I would advise buying a commercially made router table top and build your own frame for it. Most router tables accept an insert that the router is attached to. A common size is 9.25×11.75 but there are a couple of other sizes out there.

To receive the insert, router tables have a square cut in them with a rabbit cut that the insert sets on.

Here is what I consider to be a very good router table top. Cheaper ones (and more expensive ones) are available.

http://www.woodpeck.com/rt2432p.html


----------



## Bertha (Jan 10, 2011)

Hey Chuck, You might want to consider purchasing a pre-fabricated router plate that fits your particular router. That way, you can use any table top thickness you like & just drop it in. I personally like the plexiglass windows so I can see what's going on under the table. I think many people choose cheap melamine-coated MDF for router table tops because they're slick and stable. Oak probably wouldn't be my first choice but you use what you've got, right? Price some melamine MDF & you might be happily surprised. You'll get some much better advice than mine below, I'm sure of it.


----------



## EEngineer (Jul 4, 2008)

What they said!

Also, I think that 1/2" is way too thin for a router table top (unless it is aluminum or steel!). One thing you do not want is for the router table to sag with the weight of the router. Most of the router table plans I've seen have the table made out of two thicknesses of 3/4" plywood or MDF Note that the Woodpecker router table Rich references above is 1 3/8" thick.

I think 24 X 30 is a pretty good size. If you want more room I would recommend increasing the long dimension (30 out to say 48") so you can handle longer pieces of stock. You can offset the router from the center of the tabletop to handle wider pieces (you can probably get 18" easily on a 24" top).

Thses are just my opinions…


----------



## rogerw (Jan 14, 2011)

Tim,

1/2" thick is definitely too thin. I would suggest at least 1" or better. My first one was 3/4" and within a year it was sagging in the middle by about 1/32". My next one is going to be 2 pieces of 3/4 mdf glued together for a 1-1/2" thickness and then laminated.

24×30 is minimal.

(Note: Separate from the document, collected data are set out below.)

/**
 * Exact greedy for undirected rooms without the dense inverse (docs/engine.md section 7;
 * derivations in docs/sparse-greedy.md). G = K^-1 with K = D_T - gamma W_TT from one sparse
 * LDL^T factor (grounded-factor.ts). State: u = G d_T, v = G 1_T, diag(G), sigma = 1^T u.
 *   total(A) = sigma / (1 - beta sigma)                (beta = b / n; identity 1, Sherman-Morrison)
 *   adding j: sigma' = sigma - u_j v_j / G_jj           (identity 2)
 *             g = G e_j: u -= g u_j / G_jj, v -= g v_j / G_jj, diag(G) -= g o g / G_jj (identity 3)
 * g comes from one solve with the first factor, corrected by the columns already picked
 * (G_now = G_0 - sum_p w_p w_p^T, w_p = g_p / sqrt(g_p[p])). The first starter of a room
 * without mixing comes from the pseudo-inverse diagonal (identity 5) with three solves and one
 * selected inversion. Same picks and tie-break as the dense greedy (plan-greedy.ts).
 * Cost: two or three factorisations, then per pick O(fill + n k).
 */
import { GroundedFactor, factorFits, fillReducingOrder, MAX_FACTOR_WORK, type RoomOrder } from './grounded-factor';
import { oneHopBoundSparse } from './plan-bounds';
import { finishPlan, type PlanContext } from './plan-context';
import type { PlanResult } from './plan-types';
import { invert, masked, sumOn } from './bounded-common';
import { refine } from './linalg/refine';
import { firstStarters, type FirstStarters } from './sparse-first-pick';
import { addStarter, applyG, bestCandidate, GreedyState, topGains, totalOf, worstSingle } from './sparse-greedy-state';

/** Largest factor (nonzeros below the diagonal) the sparse path builds; about 20 bytes each. */
export const DEFAULT_MAX_FILL = 40_000_000;
export function sparseGreedyEligible(ctx: PlanContext): boolean {
  const { room } = ctx;
  if (room.directed) return false;
  if (room.mixing > 0) for (let i = 0; i < room.n; i++) if (!(room.csr.outStrength[i] > 0)) return false;
  return true;
}

/**
 * Tie strengths within this ratio of each other count as well scaled: the greedy's G then comes
 * from the first factor by a change of ground (no second factorisation), and the reported total
 * is refined against that same factor. Wider spreads keep a fresh factor for each (docs/sparse-greedy.md).
 */
const WELL_SCALED = 1e4;

function wellScaled(w: Float64Array): boolean {
  let lo = Infinity;
  let hi = 0;
  for (let e = 0; e < w.length; e++) {
    const x = w[e];
    if (x < lo) lo = x;
    if (x > hi) hi = x;
  }
  return w.length === 0 || hi <= WELL_SCALED * lo;
}

/**
 * Returns null when the factor would exceed `maxFill` or `maxWork` (the caller then takes the
 * dense or iterative path). With a dense alternative, pass about n^3 / 8: the sparse path costs
 * some seven factorisations' work, the dense greedy about n^3.
 */
export function sparseGreedyPlan(ctx: PlanContext, maxFill = DEFAULT_MAX_FILL, maxWork = MAX_FACTOR_WORK): PlanResult | null {
  const { room, n } = ctx;
  const progress = ctx.options.onProgress;
  const beta = room.mixing / n;
  const gamma = 1 - room.mixing;
  const scale = 1 / (1 - room.laziness);
  const chosen = fillReducingOrder(room.csr, maxFill, maxWork, ctx.options.fillOrder);
  progress?.({ stage: 'ordering', done: 1, of: 1 });
  if (!chosen) return null;
  const order = chosen.order;
  const first = firstStarters(ctx, order, maxFill, maxWork);
  if (!first) return null;
  const scaled = wellScaled(room.csr.weight);
  const s = scaled && first.scoredAll && first.grounded ? regroundedState(n, first.set[0], first.grounded, room.csr.outStrength) : null;
  const state = s ?? freshState(ctx, first.set, order, gamma, maxFill, maxWork);
  if (!state) return null;
  return greedyFromState(ctx, state, first, { order, orderMethod: chosen.method, gamma, beta, scale, scaled });
}

/** The state on a new factor grounded at the starting set (G = K_TT^-1 by selected inversion). */
function freshState(
  ctx: PlanContext,
  set: number[],
  order: Int32Array,
  gamma: number,
  maxFill: number,
  maxWork: number,
): GreedyState | null {
  const { room, n } = ctx;
  const inT = new Uint8Array(n).fill(1);
  for (const a of set) inT[a] = 0;
  const f = new GroundedFactor(room.csr, order, invert(inT), gamma);
  if (!factorFits(f.sym, maxFill, maxWork)) return null;
  f.factorise();
  ctx.options.onProgress?.({ stage: 'factor', done: 1, of: 1 });
  const s = new GreedyState(f, [], inT, f.inverseDiagonal());
  setSums(s, room.csr.outStrength);
  return s;
}

/**
 * One closed group, nothing required, no mixing: the first factor X (grounded at r, the person
 * eliminated last) already holds G for the starter j by a change of ground,
 * G_ab = X_ab - X_aj - X_jb + X_jj = X_ab - x_a x_b + z_a z_b with x = X e_j / sqrt(X_jj) and
 * z = (X_jj 1 - X e_j) / sqrt(X_jj) (z_r = sqrt(X_jj), because X is zero on r): two corrections
 * of the kind every pick adds, and diag(G) from diag(X) without a second selected inversion.
 */
function regroundedState(n: number, j: number, g: NonNullable<FirstStarters['grounded']>, d: Float64Array): GreedyState {
  const inT = new Uint8Array(n).fill(1);
  inT[j] = 0;
  const s = new GreedyState(g.f, groundedOthers(g.ground, j), inT, Float64Array.from(g.diag));
  if (!g.ground[j]) {
    const e = new Float64Array(n);
    e[j] = 1;
    const xj = g.f.solve(e);
    for (const r of s.groundedFree) xj[r] = 0;
    const x = new Float64Array(n);
    const z = new Float64Array(n);
    changeOfGround(xj, j, x, z, s.dg);
    z[j] = 0;
    s.cols.push(x, z);
    s.signs.push(1, -1);
  }
  s.dg[j] = 0;
  setSums(s, d);
  return s;
}

function groundedOthers(ground: Uint8Array, j: number): number[] {
  const out: number[] = [];
  for (let i = 0; i < ground.length; i++) if (ground[i] && i !== j) out.push(i);
  return out;
}

/** x = X e_j / sqrt(X_jj), z = (X_jj 1 - X e_j) / sqrt(X_jj) from xj = X e_j, and diag(G) += z o z - x o x. */
function changeOfGround(xj: Float64Array, j: number, x: Float64Array, z: Float64Array, dg: Float64Array): void {
  const xjj = xj[j];
  const sq = 1 / Math.sqrt(xjj);
  for (let i = 0; i < xj.length; i++) {
    x[i] = xj[i] * sq;
    z[i] = (xjj - xj[i]) * sq;
    dg[i] += z[i] * z[i] - x[i] * x[i];
  }
}

/** u = G d_T, v = G 1_T and sigma = 1^T u from the state's factor and corrections. */
function setSums(s: GreedyState, d: Float64Array): void {
  const n = s.inT.length;
  const ones = new Float64Array(n).fill(1);
  s.u.set(applyG(s, masked(d, s.inT)));
  s.v.set(applyG(s, masked(ones, s.inT)));
  s.sigma = sumOn(s.u, s.inT);
}

interface Setup {
  readonly order: Int32Array;
  readonly orderMethod: RoomOrder['method'];
  readonly gamma: number;
  readonly beta: number;
  readonly scale: number;
  readonly scaled: boolean;
}

function greedyFromState(ctx: PlanContext, s: GreedyState, first: FirstStarters, setup: Setup): PlanResult {
  const { room, k } = ctx;
  const progress = ctx.options.onProgress;
  const { order, gamma, beta, scale, orderMethod } = setup;
  const f = s.f;
  const d = room.csr.outStrength;
  const starters = [...first.set];
  if (room.mixing > 0) {
    // Mixing: start from the whole room (K is positive definite), score every single starter
    // for the quality rank, then brief the required people one by one.
    ctx.worstOverride = worstSingle(s, beta) * scale;
    for (const p of ctx.mustInclude) addStarter(s, p);
    starters.push(...ctx.mustInclude);
  } else if (first.worst !== undefined) ctx.worstOverride = first.worst * scale;
  if (first.bestSingle) ctx.bestSingleOverride = { person: first.bestSingle.person, total: first.bestSingle.total * scale };
  const scoredAll = first.scoredAll || (room.mixing > 0 && ctx.mustInclude.length === 0);
  const r = k - ctx.mustInclude.length;
  ctx.bounds.push(oneHopBoundSparse(ctx) * scale);
  const record = () => {
    if (starters.length > 0) ctx.bounds.push((totalOf(s.sigma, beta) - topGains(s, ctx.allowed, r, beta)) * scale);
    if (starters.length === 1 && k === 1 && scoredAll) ctx.bounds.push(totalOf(s.sigma, beta) * scale);
  };
  while (starters.length < k) {
    record();
    const j = bestCandidate(s, ctx.allowed, beta);
    if (j < 0) break;
    addStarter(s, j);
    starters.push(j);
    progress?.({ stage: 'greedy', done: starters.length, of: k });
  }
  record();
  // The reported total from a refined solve (double-double residuals from the ties), so it does not
  // carry the rounding of the rank-one updates: against the same factor and corrections for
  // well-scaled rooms, against a fresh factor of the final set otherwise.
  const b = masked(d, s.inT);
  const sol = setup.scaled
    ? refine(room.csr, s.inT, gamma, b, applyG(s, b.slice()), (res) => applyG(s, res), 1e-13)
    : new GroundedFactor(room.csr, order, invert(s.inT), gamma).factorise().solveRefined(b);
  const sigma = sumOn(sol.x, s.inT);
  const total = totalOf(sigma, beta) * scale;
  ctx.notes.push(
    `Exact greedy on a sparse LDL^T factor (${f.sym.nnz} nonzeros, ${orderMethod === 'amd' ? 'minimum-degree' : 'nested-dissection'} order; first starter ${first.scoredAll ? 'from the pseudo-inverse diagonal' : 'per closed group'}); ` +
      `final total from a refined solve (last correction ${sol.lastCorrection.toExponential(1)} relative).`,
  );
  return { ...finishPlan(ctx, 'greedy', starters, total), solverPath: 'sparse-factor', fill: f.sym.nnz };
}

If you can go bigger, do so. 30×36 would be better.

Mounting the router is usually done with a mounting plate which can be purchased or made from 1/2" Plexiglas, composites, or even aluminum.

I would suggest incorporating "t" tracks and some will suggest a miter slot also although I have only used a miter in mine once in the two years I have had a router table.

There are several plans available for router tables out there. One I might suggest is at http://www.woodsmithshop.com as a possibility.

Just find some plans, gather the points you like and design your own. Thats what I am doing.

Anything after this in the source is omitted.